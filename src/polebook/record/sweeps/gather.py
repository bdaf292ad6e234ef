"""Rows of numbers -> a sweep: what can't be a sweep is refused, what says nothing is passed over, and both are told."""

from __future__ import annotations

from dataclasses import dataclass, field
from math import isfinite

import numpy as np

from polebook.chain.suggest import listed
from polebook.record.sweeps.source import MOST_POINTS, refuse, too_many
from polebook.record.sweeps.sweep import Array, Sweep

MOST_DB = 400.0  # of a gain: past that the column holds something else
LEAST_HZ, MOST_HZ = 1e-9, 1e15
DECIBELS, MAGNITUDE, COMPLEX = "dB", "magnitude", "real and imaginary part"
_FEW = 3  # lines that a note names


@dataclass(slots=True)
class Rows:
    """The rows of a file as they are read.

    form     what `first` and `second` are: DECIBELS or MAGNITUDE and the phase, or COMPLEX
    phased   whether `second` counts
    scale    Hz in a unit of `hz`;  turn  degrees in a unit of the phase
    loss_db  what the file's figures are above V(load)/EMF
    """

    path: str
    text: str
    form: str = DECIBELS
    phased: bool = False
    scale: float = 1.0
    turn: float = 1.0
    loss_db: float = 0.0
    reference_ohm: float | None = None
    notes: list[str] = field(default_factory=list)
    lines: list[int] = field(default_factory=list)
    hz: list[float] = field(default_factory=list)
    first: list[float] = field(default_factory=list)
    second: list[float] = field(default_factory=list)
    _nothing: list[int] = field(default_factory=list)
    _direct: list[int] = field(default_factory=list)

    def add(self, line: int, hz: float, first: float, second: float = 0.0) -> None:
        """Takes a row, in the file's units. Raises ProblemsFound where it can't be one of a sweep."""
        if not isfinite(hz):
            refuse(self.path, self.text, line, "the frequency is no finite number",
                   "every row of a sweep is at a frequency", "take the line out, or begin it with # to keep it")
        if hz < 0.0:
            refuse(self.path, self.text, line, f"the frequency is {hz:g}", "a frequency is above zero",
                   "take the line out, or name the columns in a header if this is another one")
        if hz and not LEAST_HZ <= hz * self.scale <= MOST_HZ:
            refuse(self.path, self.text, line, f"the frequency is {hz * self.scale:g} Hz",
                   f"a sweep lies between {LEAST_HZ:g} Hz and {MOST_HZ:g} Hz", "look at the unit in the header")
        if not isfinite(first) or not isfinite(second) or (self.form == MAGNITUDE and first == 0.0) \
                or (self.form == COMPLEX and first == second == 0.0):
            self._nothing.append(line)
        elif hz == 0.0:
            self._direct.append(line)
        else:
            self._check(line, first)
            if len(self.hz) == MOST_POINTS:
                too_many(self.path, self.text, line)
            self.lines.append(line)
            self.hz.append(hz)
            self.first.append(first)
            self.second.append(second)

    def _check(self, line: int, first: float) -> None:
        if self.form == MAGNITUDE and first < 0.0:
            refuse(self.path, self.text, line, f"the magnitude is {first:g}", "a magnitude is not below zero",
                   "write dB in the heading of that column if these are decibels")
        if self.form == DECIBELS and abs(first) > MOST_DB:
            refuse(self.path, self.text, line, f"the gain is {first:g} dB",
                   f"no gain that can be measured is beyond {MOST_DB:g} dB either way",
                   "name in the header what the column holds, for example magnitude")

    def sweep(self) -> Sweep:
        """The sweep, by rising frequency. Raises ProblemsFound where nothing, or next to nothing, is left."""
        if len(self.hz) < 2:
            refuse(self.path, self.text, 0, f"there {'is one point' if self.hz else 'are no points'} in the file",
                   "a sweep has two or more" + (f", and {_at(self._nothing)} held no value" if self._nothing else ""),
                   "export frequency and gain as text, one line for each frequency")
        notes = list(self.notes)
        if self._nothing:
            notes.append(f"passed over: {_at(self._nothing)}, without a value")
        if self._direct:
            notes.append(f"passed over: {_at(self._direct)}, at 0 Hz")
        hz = np.array(self.hz) * self.scale
        gain_db, degrees = self._gain()
        hz, gain_db, degrees = _ordered(hz, gain_db, degrees, notes)
        return Sweep(self.path, hz, gain_db - self.loss_db, degrees, self.reference_ohm, tuple(notes))

    def _gain(self) -> tuple[Array, Array | None]:
        first, second = np.array(self.first), np.array(self.second)
        if self.form == COMPLEX:
            return 20.0 * np.log10(np.hypot(first, second)), np.degrees(np.arctan2(second, first))
        size = first if self.form == DECIBELS else 20.0 * np.log10(first)
        return size, second * self.turn if self.phased else None


def _ordered(hz: Array, gain_db: Array, degrees: Array | None, notes: list[str]) -> tuple[Array, Array, Array | None]:
    """By rising frequency, each once: where one stands several times the mean of the gains counts."""
    if (np.diff(hz) < 0.0).any():
        order = np.argsort(hz, kind="stable")
        hz, gain_db = hz[order], gain_db[order]
        degrees = None if degrees is None else degrees[order]
        notes.append("sorted by frequency")
    found, where, counts = np.unique(hz, return_inverse=True, return_counts=True)
    if found.size == hz.size:
        return hz, gain_db, degrees
    many = int((counts > 1).sum())
    notes.append(f"{many} frequenc{'y stands' if many == 1 else 'ies stand'} there more than once: the mean counts")
    if degrees is None:
        return found, np.bincount(where, gain_db) / counts, None
    turns = np.deg2rad(degrees)
    level = float(gain_db.max())  # keeps the powers of ten within a double
    sizes = 10.0 ** ((gain_db - level) / 20.0)
    real, imaginary = (np.bincount(where, sizes * part) / counts for part in (np.cos(turns), np.sin(turns)))
    mean = np.hypot(real, imaginary)
    mean_deg = np.degrees(np.arctan2(imaginary, real))
    mean_db = level + 20.0 * np.log10(np.where(mean > 0.0, mean, 1.0))
    single = (counts == 1)[where]
    mean_db[where[single]], mean_deg[where[single]] = gain_db[single], degrees[single]
    kept = mean > 0.0  # opposite phases of one size leave nothing
    return found[kept], mean_db[kept], mean_deg[kept]


def _at(lines: list[int]) -> str:
    """The lines in words: "line 7", "lines 7, 8 and 9", "lines 7, 8, 9 and 12 more"."""
    told = [str(line) for line in lines[:_FEW]]
    if len(lines) > _FEW:
        told.append(f"{len(lines) - _FEW} more")
    return f"line{'s' * (len(lines) > 1)} {listed(told)}"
★ ★ ★ ★ ★ ★ ★
--- Exercise ---
The answer must be every line of the data that holds the word "part".

--- Response area ---
DECIBELS, MAGNITUDE, COMPLEX = "dB", "magnitude", "real and imaginary part"
    real, imaginary = (np.bincount(where, sizes * part) / counts for part in (np.cos(turns), np.sin(turns)))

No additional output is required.